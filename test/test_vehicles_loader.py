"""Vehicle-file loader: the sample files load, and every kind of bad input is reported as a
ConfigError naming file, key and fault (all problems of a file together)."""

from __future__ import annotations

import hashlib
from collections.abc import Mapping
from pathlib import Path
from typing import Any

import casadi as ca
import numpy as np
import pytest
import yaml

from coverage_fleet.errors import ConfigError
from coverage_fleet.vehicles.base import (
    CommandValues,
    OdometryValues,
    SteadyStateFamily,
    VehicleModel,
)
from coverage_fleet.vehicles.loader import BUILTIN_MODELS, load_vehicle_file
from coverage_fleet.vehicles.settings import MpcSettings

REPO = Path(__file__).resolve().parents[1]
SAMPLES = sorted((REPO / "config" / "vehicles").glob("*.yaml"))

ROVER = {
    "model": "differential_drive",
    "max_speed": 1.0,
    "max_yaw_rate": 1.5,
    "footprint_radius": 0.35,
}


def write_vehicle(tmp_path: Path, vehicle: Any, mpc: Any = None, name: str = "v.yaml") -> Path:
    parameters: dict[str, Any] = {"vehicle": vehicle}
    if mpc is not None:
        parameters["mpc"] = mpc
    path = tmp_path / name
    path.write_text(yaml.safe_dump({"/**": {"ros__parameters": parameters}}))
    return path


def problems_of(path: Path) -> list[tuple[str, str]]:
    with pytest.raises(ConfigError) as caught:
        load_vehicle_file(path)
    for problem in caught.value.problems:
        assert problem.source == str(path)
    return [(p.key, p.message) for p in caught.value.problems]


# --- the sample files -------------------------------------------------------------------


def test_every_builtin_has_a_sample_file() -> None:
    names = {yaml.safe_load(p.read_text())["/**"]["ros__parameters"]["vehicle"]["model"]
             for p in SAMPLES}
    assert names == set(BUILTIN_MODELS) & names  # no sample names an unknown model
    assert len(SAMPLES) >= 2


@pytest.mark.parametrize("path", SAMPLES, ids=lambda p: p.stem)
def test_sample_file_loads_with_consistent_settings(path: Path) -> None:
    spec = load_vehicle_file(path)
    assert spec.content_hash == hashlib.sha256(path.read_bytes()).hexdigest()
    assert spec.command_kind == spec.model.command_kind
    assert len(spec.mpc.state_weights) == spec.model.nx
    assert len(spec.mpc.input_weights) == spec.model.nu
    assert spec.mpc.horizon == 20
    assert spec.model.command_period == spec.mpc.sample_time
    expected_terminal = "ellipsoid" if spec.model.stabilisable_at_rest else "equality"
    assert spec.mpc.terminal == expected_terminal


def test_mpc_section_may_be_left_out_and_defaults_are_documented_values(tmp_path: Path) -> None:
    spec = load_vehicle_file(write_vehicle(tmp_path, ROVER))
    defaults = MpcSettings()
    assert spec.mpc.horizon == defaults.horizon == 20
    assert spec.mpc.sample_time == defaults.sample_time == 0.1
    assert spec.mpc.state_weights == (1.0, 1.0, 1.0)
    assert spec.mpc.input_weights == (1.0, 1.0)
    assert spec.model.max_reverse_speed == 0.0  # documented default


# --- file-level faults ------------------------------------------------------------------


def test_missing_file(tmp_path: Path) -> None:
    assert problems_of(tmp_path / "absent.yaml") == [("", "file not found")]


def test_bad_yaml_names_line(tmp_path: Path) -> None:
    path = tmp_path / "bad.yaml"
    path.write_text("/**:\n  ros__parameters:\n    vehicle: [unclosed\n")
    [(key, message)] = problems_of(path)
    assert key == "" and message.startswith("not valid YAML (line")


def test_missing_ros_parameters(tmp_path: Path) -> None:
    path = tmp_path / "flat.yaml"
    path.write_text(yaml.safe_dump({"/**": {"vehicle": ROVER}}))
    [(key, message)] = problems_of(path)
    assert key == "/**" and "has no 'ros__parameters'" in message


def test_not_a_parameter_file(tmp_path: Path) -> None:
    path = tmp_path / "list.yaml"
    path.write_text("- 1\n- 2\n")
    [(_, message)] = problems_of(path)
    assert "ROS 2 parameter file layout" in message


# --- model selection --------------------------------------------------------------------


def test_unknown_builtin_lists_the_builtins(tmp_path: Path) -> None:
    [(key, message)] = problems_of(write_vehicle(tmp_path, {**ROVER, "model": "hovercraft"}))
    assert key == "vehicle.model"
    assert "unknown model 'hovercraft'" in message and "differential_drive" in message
☆ ☆ ☆ ☆ ☆ ☆ ☆
**Required action:** Each entry is to be written out exactly as it was given.

**Written solution:**
filename test/test_vehicles_loader.py
"""Vehicle-file loader: the sample files load, and every kind of bad input is reported as a
ConfigError naming file, key and fault (all problems of a file together)."""

from __future__ import annotations

import hashlib
from collections.abc import Mapping
from pathlib import Path
from typing import Any

import casadi as ca
import numpy as np
import pytest
import yaml

from coverage_fleet.errors import ConfigError
from coverage_fleet.vehicles.base import (
    CommandValues,
    OdometryValues,
    SteadyStateFamily,
    VehicleModel,
)
from coverage_fleet.vehicles.loader import BUILTIN_MODELS, load_vehicle_file
from coverage_fleet.vehicles.settings import MpcSettings

REPO = Path(__file__).resolve().parents[1]
SAMPLES = sorted((REPO / "config" / "vehicles").glob("*.yaml"))

ROVER = {
    "model": "differential_drive",
    "max_speed": 1.0,
    "max_yaw_rate": 1.5,
    "footprint_radius": 0.35,
}


def write_vehicle(tmp_path: Path, vehicle: Any, mpc: Any = None, name: str = "v.yaml") -> Path:
    parameters: dict[str, Any] = {"vehicle": vehicle}
    if mpc is not None:
        parameters["mpc"] = mpc
    path = tmp_path / name
    path.write_text(yaml.safe_dump({"/**": {"ros__parameters": parameters}}))
    return path


def problems_of(path: Path) -> list[tuple[str, str]]:
    with pytest.raises(ConfigError) as caught:
        load_vehicle_file(path)
    for problem in caught.value.problems:
        assert problem.source == str(path)
    return [(p.key, p.message) for p in caught.value.problems]


# --- the sample files -------------------------------------------------------------------


def test_every_builtin_has_a_sample_file() -> None:
    names = {yaml.safe_load(p.read_text())["/**"]["ros__parameters"]["vehicle"]["model"]
             for p in SAMPLES}
    assert names == set(BUILTIN_MODELS) & names  # no sample names an unknown model
    assert len(SAMPLES) >= 2


@pytest.mark.parametrize("path", SAMPLES, ids=lambda p: p.stem)
def test_sample_file_loads_with_consistent_settings(path: Path) -> None:
    spec = load_vehicle_file(path)
    assert spec.content_hash == hashlib.sha256(path.read_bytes()).hexdigest()
    assert spec.command_kind == spec.model.command_kind
    assert len(spec.mpc.state_weights) == spec.model.nx
    assert len(spec.mpc.input_weights) == spec.model.nu
    assert spec.mpc.horizon == 20
    assert spec.model.command_period == spec.mpc.sample_time
    expected_terminal = "ellipsoid" if spec.model.stabilisable_at_rest else "equality"
    assert spec.mpc.terminal == expected_terminal


def test_mpc_section_may_be_left_out_and_defaults_are_documented_values(tmp_path: Path) -> None:
    spec = load_vehicle_file(write_vehicle(tmp_path, ROVER))
    defaults = MpcSettings()
    assert spec.mpc.horizon == defaults.horizon == 20
    assert spec.mpc.sample_time == defaults.sample_time == 0.1
    assert spec.mpc.state_weights == (1.0, 1.0, 1.0)
    assert spec.mpc.input_weights == (1.0, 1.0)
    assert spec.model.max_reverse_speed == 0.0  # documented default


# --- file-level faults ------------------------------------------------------------------


def test_missing_file(tmp_path: Path) -> None:
    assert problems_of(tmp_path / "absent.yaml") == [("", "file not found")]


def test_bad_yaml_names_line(tmp_path: Path) -> None:
    path = tmp_path / "bad.yaml"
    path.write_text("/**:\n  ros__parameters:\n    vehicle: [unclosed\n")
    [(key, message)] = problems_of(path)
    assert key == "" and message.startswith("not valid YAML (line")


def test_missing_ros_parameters(tmp_path: Path) -> None:
    path = tmp_path / "flat.yaml"
    path.write_text(yaml.safe_dump({"/**": {"vehicle": ROVER}}))
    [(key, message)] = problems_of(path)
    assert key == "/**" and "has no 'ros__parameters'" in message


def test_not_a_parameter_file(tmp_path: Path) -> None:
    path = tmp_path / "list.yaml"
    path.write_text("- 1\n- 2\n")
    [(_, message)] = problems_of(path)
    assert "ROS 2 parameter file layout" in message


# --- model selection --------------------------------------------------------------------


def test_unknown_builtin_lists_the_builtins(tmp_path: Path) -> None:
    [(key, message)] = problems_of(write_vehicle(tmp_path, {**ROVER, "model": "hovercraft"}))
    assert key == "vehicle.model"
    assert "unknown model 'hovercraft'" in message and "differential_drive" in message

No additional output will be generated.